──────── Source data

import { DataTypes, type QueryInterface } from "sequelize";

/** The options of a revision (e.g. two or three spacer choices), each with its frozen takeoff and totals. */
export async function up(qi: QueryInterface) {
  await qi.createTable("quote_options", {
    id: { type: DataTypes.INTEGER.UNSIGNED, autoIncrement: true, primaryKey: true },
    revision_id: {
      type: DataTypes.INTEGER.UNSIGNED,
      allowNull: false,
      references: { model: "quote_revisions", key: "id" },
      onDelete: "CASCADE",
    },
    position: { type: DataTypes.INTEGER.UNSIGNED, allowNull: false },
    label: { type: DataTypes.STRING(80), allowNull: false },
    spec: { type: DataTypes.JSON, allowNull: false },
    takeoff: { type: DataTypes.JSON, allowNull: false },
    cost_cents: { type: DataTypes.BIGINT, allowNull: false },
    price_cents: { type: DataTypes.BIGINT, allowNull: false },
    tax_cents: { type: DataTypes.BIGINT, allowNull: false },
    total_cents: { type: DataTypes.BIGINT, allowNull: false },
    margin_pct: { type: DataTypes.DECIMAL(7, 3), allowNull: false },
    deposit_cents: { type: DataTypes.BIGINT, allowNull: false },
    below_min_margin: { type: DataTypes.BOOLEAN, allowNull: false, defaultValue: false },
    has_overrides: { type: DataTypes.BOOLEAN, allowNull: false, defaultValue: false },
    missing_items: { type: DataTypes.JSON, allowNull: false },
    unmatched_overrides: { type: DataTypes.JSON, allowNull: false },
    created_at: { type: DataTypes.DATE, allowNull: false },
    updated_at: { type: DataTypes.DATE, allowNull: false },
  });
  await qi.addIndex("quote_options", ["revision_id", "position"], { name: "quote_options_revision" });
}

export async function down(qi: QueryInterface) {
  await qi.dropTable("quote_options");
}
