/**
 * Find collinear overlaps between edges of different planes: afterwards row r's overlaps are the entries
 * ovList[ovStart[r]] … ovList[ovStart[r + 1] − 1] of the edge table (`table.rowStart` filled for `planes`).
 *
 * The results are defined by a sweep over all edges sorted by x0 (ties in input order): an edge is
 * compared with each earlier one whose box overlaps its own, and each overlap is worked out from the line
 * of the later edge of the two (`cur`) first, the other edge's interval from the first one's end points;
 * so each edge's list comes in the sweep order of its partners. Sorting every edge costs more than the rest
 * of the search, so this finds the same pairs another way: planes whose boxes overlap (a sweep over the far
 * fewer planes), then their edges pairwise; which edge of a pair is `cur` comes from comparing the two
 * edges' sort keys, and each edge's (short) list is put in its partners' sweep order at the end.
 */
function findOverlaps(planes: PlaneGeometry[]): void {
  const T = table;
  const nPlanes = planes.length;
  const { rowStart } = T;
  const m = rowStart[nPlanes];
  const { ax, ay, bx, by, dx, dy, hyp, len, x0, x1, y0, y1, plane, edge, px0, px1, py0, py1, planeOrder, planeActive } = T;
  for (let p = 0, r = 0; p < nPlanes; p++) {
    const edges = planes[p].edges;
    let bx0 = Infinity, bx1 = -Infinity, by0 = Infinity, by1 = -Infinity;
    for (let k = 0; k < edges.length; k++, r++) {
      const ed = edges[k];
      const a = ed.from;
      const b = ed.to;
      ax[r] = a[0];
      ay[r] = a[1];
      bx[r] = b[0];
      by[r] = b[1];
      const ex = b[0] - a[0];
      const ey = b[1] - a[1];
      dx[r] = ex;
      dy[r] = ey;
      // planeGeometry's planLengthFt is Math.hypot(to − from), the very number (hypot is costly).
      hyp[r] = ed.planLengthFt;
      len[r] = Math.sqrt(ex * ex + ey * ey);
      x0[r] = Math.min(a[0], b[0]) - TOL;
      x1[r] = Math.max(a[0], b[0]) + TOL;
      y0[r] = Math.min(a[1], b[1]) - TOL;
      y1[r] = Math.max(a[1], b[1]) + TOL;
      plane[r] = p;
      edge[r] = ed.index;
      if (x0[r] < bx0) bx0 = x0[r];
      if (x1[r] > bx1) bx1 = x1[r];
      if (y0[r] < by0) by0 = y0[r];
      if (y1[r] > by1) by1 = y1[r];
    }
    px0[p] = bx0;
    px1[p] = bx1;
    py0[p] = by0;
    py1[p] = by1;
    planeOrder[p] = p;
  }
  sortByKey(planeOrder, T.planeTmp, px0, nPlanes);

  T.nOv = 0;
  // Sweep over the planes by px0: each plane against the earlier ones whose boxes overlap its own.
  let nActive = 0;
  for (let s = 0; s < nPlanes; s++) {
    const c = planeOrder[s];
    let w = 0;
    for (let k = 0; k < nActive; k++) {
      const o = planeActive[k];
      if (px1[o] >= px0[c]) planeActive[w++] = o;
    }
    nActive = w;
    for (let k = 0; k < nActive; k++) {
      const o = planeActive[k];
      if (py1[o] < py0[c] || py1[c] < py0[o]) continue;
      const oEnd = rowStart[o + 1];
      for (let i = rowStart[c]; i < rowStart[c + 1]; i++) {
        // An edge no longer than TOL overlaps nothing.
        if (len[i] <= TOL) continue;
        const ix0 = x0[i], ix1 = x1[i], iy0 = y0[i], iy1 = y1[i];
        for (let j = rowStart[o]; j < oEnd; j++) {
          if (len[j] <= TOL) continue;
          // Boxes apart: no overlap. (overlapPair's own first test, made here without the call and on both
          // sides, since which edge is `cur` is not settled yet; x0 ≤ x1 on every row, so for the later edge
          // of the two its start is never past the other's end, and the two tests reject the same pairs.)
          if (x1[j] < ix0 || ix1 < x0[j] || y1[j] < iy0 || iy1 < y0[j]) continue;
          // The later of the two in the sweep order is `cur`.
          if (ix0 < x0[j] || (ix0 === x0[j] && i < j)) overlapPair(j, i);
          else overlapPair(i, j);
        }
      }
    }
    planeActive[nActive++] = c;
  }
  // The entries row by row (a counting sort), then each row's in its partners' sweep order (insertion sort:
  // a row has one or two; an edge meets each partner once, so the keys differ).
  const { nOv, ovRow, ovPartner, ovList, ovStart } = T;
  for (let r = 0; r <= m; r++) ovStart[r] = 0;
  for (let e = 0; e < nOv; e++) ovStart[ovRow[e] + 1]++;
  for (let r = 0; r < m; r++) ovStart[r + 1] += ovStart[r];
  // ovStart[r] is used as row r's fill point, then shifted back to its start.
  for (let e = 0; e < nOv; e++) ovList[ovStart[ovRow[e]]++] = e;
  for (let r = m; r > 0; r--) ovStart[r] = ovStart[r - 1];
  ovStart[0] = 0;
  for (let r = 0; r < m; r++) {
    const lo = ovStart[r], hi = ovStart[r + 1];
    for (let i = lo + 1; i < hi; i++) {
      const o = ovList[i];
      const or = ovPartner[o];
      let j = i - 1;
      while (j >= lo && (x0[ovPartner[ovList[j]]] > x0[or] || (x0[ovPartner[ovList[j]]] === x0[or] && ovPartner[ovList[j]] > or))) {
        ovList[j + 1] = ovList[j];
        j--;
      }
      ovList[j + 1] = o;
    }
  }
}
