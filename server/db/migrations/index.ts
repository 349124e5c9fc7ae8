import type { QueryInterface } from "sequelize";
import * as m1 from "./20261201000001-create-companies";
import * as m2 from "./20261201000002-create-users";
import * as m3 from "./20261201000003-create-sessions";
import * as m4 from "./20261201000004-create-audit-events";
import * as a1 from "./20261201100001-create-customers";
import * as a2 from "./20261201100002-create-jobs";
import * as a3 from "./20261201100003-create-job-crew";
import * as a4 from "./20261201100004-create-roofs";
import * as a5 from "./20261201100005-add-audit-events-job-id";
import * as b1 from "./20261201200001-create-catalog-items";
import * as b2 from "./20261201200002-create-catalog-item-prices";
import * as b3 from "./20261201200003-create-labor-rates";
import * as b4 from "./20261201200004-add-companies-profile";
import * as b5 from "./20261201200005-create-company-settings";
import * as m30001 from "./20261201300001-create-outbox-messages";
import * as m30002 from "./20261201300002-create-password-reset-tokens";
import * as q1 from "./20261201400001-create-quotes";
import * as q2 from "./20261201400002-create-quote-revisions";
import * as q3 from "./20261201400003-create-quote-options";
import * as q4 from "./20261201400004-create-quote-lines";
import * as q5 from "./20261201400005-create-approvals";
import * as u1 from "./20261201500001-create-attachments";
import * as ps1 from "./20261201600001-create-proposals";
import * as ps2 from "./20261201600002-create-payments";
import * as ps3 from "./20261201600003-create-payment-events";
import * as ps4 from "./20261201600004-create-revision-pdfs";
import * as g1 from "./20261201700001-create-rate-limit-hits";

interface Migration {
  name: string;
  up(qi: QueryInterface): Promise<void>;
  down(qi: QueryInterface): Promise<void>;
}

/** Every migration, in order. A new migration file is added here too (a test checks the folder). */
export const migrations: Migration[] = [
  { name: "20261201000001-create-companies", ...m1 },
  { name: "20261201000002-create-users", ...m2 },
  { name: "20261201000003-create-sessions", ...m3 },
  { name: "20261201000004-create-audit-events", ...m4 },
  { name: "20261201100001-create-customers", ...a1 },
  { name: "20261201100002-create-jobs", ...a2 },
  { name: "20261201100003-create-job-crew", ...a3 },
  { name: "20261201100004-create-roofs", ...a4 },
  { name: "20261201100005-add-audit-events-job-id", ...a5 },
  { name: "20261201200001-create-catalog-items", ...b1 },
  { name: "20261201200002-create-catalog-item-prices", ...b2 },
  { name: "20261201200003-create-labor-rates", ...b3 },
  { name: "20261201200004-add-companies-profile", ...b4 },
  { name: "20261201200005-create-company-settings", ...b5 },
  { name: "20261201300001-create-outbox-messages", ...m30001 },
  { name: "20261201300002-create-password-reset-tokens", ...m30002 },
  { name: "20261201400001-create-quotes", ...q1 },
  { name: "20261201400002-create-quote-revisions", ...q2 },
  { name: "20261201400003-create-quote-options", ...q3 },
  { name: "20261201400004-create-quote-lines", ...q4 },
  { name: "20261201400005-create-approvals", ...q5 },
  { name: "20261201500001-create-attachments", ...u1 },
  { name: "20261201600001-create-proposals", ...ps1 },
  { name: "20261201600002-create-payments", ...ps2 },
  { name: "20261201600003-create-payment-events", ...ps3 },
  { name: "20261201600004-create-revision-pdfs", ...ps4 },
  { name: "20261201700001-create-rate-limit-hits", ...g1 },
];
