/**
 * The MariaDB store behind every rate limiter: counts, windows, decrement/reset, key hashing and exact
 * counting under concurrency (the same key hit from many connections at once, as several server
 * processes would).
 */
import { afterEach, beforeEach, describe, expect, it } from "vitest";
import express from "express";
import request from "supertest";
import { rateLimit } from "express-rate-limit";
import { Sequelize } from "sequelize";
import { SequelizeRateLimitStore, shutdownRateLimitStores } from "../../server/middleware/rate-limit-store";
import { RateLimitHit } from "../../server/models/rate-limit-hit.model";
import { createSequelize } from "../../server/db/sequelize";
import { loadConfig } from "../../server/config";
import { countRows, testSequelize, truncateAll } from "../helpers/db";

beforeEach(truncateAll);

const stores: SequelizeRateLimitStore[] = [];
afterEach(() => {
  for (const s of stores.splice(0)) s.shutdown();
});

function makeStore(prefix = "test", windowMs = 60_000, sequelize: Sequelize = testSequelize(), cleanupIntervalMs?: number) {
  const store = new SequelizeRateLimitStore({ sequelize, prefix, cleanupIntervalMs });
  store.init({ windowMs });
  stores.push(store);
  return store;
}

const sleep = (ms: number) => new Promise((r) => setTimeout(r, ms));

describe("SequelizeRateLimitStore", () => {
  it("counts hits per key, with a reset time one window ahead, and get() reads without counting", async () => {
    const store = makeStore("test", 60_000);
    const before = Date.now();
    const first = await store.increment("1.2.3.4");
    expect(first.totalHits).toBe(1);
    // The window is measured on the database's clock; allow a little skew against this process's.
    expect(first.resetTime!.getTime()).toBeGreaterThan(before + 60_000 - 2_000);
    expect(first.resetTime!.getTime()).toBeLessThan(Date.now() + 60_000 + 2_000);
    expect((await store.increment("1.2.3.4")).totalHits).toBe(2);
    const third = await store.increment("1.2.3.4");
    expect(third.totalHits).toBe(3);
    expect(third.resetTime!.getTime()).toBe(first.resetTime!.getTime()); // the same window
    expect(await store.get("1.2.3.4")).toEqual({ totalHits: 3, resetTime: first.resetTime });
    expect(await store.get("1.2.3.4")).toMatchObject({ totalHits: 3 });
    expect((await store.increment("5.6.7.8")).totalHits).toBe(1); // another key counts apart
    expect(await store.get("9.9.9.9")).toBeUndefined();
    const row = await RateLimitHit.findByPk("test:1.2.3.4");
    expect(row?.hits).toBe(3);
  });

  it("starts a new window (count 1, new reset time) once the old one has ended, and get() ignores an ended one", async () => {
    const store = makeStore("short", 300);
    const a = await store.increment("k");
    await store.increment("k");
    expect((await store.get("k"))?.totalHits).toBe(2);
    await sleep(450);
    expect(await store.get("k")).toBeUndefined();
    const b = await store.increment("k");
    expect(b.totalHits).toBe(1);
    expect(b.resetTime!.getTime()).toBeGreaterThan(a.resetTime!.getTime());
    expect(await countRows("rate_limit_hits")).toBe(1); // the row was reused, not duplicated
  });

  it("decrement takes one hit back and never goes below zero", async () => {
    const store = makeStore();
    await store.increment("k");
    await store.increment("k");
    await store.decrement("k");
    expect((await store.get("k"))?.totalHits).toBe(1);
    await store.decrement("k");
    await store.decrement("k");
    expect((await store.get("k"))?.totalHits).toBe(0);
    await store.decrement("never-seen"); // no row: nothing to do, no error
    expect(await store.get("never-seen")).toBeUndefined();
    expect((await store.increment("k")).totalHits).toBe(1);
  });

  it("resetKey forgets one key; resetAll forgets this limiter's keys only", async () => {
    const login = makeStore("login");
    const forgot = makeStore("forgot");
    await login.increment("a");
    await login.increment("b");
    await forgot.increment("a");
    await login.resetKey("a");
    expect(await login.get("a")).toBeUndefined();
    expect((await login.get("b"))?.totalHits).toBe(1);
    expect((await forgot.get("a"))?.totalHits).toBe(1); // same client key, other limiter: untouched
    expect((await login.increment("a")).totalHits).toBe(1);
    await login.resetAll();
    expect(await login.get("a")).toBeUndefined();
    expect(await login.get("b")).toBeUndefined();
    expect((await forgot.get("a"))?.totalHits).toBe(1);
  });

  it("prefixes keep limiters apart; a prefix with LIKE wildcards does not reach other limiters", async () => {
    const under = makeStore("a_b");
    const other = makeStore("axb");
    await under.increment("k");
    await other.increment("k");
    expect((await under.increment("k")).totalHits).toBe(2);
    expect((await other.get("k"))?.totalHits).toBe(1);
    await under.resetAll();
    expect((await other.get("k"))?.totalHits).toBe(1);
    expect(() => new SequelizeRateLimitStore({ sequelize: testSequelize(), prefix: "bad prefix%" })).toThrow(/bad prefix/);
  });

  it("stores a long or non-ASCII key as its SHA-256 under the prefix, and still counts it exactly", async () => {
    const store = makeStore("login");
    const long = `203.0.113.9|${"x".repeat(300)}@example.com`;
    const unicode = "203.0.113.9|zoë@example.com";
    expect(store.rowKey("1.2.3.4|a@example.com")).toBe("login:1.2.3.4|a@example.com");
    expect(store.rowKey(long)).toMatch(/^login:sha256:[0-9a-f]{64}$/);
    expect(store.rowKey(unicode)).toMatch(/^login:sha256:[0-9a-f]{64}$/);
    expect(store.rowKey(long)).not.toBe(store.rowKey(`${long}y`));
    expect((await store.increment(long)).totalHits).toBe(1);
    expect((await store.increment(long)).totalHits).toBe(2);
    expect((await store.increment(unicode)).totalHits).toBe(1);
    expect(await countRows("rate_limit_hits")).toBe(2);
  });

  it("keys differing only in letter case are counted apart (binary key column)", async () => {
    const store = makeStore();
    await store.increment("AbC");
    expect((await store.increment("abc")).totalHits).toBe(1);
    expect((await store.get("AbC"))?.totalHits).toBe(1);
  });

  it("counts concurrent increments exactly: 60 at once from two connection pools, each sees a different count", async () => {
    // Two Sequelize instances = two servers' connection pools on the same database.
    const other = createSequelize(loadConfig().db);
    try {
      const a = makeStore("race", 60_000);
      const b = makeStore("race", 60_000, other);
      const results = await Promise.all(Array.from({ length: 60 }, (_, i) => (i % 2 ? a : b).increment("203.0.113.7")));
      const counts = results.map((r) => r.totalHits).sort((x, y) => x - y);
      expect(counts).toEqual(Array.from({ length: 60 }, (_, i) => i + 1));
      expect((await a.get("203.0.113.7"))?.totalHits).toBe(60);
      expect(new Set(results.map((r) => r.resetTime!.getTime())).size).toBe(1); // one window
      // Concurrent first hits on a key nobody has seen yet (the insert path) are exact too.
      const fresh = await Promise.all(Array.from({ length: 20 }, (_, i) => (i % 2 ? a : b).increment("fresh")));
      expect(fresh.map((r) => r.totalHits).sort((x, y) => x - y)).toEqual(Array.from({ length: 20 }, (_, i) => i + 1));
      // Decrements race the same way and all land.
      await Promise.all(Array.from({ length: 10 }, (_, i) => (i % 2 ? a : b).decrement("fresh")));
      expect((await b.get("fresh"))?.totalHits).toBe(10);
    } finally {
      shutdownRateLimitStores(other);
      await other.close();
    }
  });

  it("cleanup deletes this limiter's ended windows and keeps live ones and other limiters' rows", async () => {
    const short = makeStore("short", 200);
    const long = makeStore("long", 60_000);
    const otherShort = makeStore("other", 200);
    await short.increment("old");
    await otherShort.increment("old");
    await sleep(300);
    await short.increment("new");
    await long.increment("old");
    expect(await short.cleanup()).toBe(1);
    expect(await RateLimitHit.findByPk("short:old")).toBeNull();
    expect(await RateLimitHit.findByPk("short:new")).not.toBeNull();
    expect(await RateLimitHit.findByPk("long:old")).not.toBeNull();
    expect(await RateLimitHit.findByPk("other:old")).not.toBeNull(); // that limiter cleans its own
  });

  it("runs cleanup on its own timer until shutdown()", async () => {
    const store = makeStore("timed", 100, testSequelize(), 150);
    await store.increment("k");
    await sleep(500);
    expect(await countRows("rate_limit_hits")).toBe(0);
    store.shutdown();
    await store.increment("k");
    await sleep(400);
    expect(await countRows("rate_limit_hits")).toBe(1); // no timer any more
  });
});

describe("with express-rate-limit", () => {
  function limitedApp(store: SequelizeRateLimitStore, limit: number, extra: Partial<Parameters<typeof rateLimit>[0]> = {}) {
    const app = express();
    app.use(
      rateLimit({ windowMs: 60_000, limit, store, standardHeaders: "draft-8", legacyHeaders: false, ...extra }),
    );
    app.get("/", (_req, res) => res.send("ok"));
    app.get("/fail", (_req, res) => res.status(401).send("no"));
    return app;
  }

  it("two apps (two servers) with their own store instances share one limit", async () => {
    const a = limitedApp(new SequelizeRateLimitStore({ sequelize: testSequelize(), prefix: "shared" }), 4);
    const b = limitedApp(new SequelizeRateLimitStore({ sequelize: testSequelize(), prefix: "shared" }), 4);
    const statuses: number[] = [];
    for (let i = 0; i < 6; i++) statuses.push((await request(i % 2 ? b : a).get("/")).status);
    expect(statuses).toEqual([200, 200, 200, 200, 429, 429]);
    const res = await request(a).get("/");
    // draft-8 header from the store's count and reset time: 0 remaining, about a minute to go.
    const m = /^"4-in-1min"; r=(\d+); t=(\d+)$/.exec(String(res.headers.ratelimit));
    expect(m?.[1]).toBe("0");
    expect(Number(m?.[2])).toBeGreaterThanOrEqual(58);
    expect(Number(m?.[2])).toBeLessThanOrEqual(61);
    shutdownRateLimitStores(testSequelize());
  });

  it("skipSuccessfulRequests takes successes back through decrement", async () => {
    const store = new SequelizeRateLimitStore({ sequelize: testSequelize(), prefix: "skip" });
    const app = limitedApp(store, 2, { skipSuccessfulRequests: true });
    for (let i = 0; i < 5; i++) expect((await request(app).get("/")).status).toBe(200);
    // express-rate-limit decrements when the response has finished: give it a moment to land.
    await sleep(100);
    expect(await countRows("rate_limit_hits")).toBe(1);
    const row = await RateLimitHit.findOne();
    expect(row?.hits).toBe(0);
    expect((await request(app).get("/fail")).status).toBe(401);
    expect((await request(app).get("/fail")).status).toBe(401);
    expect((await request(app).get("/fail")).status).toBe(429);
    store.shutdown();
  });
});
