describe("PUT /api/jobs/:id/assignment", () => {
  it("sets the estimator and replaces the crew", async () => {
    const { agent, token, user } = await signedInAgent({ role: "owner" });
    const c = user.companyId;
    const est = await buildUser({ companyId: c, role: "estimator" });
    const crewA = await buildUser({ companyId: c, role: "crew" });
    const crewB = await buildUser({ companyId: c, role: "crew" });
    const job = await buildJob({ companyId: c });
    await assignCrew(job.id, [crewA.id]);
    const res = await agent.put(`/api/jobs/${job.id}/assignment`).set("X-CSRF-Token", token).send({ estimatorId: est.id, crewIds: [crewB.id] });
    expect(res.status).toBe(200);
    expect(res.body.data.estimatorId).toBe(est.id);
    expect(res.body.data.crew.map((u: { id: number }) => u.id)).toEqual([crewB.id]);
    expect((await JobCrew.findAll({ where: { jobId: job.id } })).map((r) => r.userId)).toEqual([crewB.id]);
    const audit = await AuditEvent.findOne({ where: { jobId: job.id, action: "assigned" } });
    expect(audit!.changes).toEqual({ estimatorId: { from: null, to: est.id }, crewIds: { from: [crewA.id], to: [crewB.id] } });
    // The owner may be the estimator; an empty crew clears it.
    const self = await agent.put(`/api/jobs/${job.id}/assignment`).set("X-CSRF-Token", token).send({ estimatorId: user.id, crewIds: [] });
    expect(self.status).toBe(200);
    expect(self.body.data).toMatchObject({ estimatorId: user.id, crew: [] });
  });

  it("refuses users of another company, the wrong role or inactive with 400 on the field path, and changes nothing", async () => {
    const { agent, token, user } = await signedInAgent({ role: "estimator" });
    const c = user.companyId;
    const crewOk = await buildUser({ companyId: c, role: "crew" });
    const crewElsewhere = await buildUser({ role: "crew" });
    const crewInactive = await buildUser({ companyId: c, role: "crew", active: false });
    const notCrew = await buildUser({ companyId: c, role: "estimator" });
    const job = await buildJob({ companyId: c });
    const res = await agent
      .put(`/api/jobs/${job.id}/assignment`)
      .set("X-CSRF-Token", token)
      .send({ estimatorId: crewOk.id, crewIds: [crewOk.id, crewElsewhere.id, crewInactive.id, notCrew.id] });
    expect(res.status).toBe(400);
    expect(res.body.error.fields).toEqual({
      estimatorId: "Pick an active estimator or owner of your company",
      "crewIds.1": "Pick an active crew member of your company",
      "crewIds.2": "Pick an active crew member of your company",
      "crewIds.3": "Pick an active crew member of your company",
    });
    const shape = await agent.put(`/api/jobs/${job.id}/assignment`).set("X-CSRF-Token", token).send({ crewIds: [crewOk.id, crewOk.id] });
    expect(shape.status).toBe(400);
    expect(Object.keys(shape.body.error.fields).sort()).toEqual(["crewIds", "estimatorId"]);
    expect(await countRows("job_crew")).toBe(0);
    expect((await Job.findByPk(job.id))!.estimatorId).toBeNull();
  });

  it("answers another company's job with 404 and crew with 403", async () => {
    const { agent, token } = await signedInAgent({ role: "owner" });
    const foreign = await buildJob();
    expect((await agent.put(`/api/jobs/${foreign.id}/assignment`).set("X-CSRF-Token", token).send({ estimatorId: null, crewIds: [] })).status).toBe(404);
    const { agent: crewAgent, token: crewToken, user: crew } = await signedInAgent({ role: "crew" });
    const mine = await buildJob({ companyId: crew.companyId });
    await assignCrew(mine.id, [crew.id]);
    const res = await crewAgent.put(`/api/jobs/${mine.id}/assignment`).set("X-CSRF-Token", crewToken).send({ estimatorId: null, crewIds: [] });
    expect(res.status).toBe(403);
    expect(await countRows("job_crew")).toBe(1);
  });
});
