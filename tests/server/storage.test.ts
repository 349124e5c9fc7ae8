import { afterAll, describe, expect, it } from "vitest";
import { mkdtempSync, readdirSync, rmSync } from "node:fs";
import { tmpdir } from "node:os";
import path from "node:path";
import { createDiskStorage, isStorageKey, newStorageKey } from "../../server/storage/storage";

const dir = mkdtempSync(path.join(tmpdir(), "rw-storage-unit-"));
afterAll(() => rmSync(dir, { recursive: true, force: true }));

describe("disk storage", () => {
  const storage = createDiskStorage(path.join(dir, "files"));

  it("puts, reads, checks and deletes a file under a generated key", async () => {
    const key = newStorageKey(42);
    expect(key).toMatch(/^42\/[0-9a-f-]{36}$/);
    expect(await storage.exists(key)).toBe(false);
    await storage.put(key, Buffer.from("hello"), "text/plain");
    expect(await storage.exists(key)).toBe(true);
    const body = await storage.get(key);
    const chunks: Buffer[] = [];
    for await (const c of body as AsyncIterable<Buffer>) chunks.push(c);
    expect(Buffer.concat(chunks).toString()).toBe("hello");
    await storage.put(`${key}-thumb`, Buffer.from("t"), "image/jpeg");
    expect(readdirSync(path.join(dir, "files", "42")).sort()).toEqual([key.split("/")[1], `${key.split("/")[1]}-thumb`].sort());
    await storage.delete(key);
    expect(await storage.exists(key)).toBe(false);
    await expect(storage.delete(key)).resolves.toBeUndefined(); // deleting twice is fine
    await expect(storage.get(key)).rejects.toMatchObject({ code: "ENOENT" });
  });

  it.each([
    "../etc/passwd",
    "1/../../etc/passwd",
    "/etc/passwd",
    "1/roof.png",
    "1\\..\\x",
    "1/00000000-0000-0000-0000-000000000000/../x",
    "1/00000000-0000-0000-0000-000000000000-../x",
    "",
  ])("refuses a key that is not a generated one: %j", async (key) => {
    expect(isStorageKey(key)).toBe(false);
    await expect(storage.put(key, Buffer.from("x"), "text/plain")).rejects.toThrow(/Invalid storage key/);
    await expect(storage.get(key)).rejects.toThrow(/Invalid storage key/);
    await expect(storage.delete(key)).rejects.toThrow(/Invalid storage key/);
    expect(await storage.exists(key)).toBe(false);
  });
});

────────────────

■ Exercise requirements ■
Would you print, exactly as written, every line above from the one holding "bx[r] = b[0];" through the one holding "if (x1[r] > bx1) bx1 = x1[r];", with both included and no other lines?

■ Answer box ■
      bx[r] = b[0];
      by[r] = b[1];
      const ex = b[0] - a[0];
      const ey = b[1] - a[1];
      dx[r] = ex;
      dy[r] = ey;
      // planeGeometry's planLengthFt is Math.hypot(to − from), the very number (hypot is costly).
      hyp[r] = ed.planLengthFt;
      len[r] = Math.sqrt(ex * ex + ey * ey);
      x0[r] = Math.min(a[0], b[0]) - TOL;
      x1[r] = Math.max(a[0], b[0]) + TOL;
      y0[r] = Math.min(a[1], b[1]) - TOL;
      y1[r] = Math.max(a[1], b[1]) + TOL;
      plane[r] = p;
      edge[r] = ed.index;
      if (x0[r] < bx0) bx0 = x0[r];
      if (x1[r] > bx1) bx1 = x1[r];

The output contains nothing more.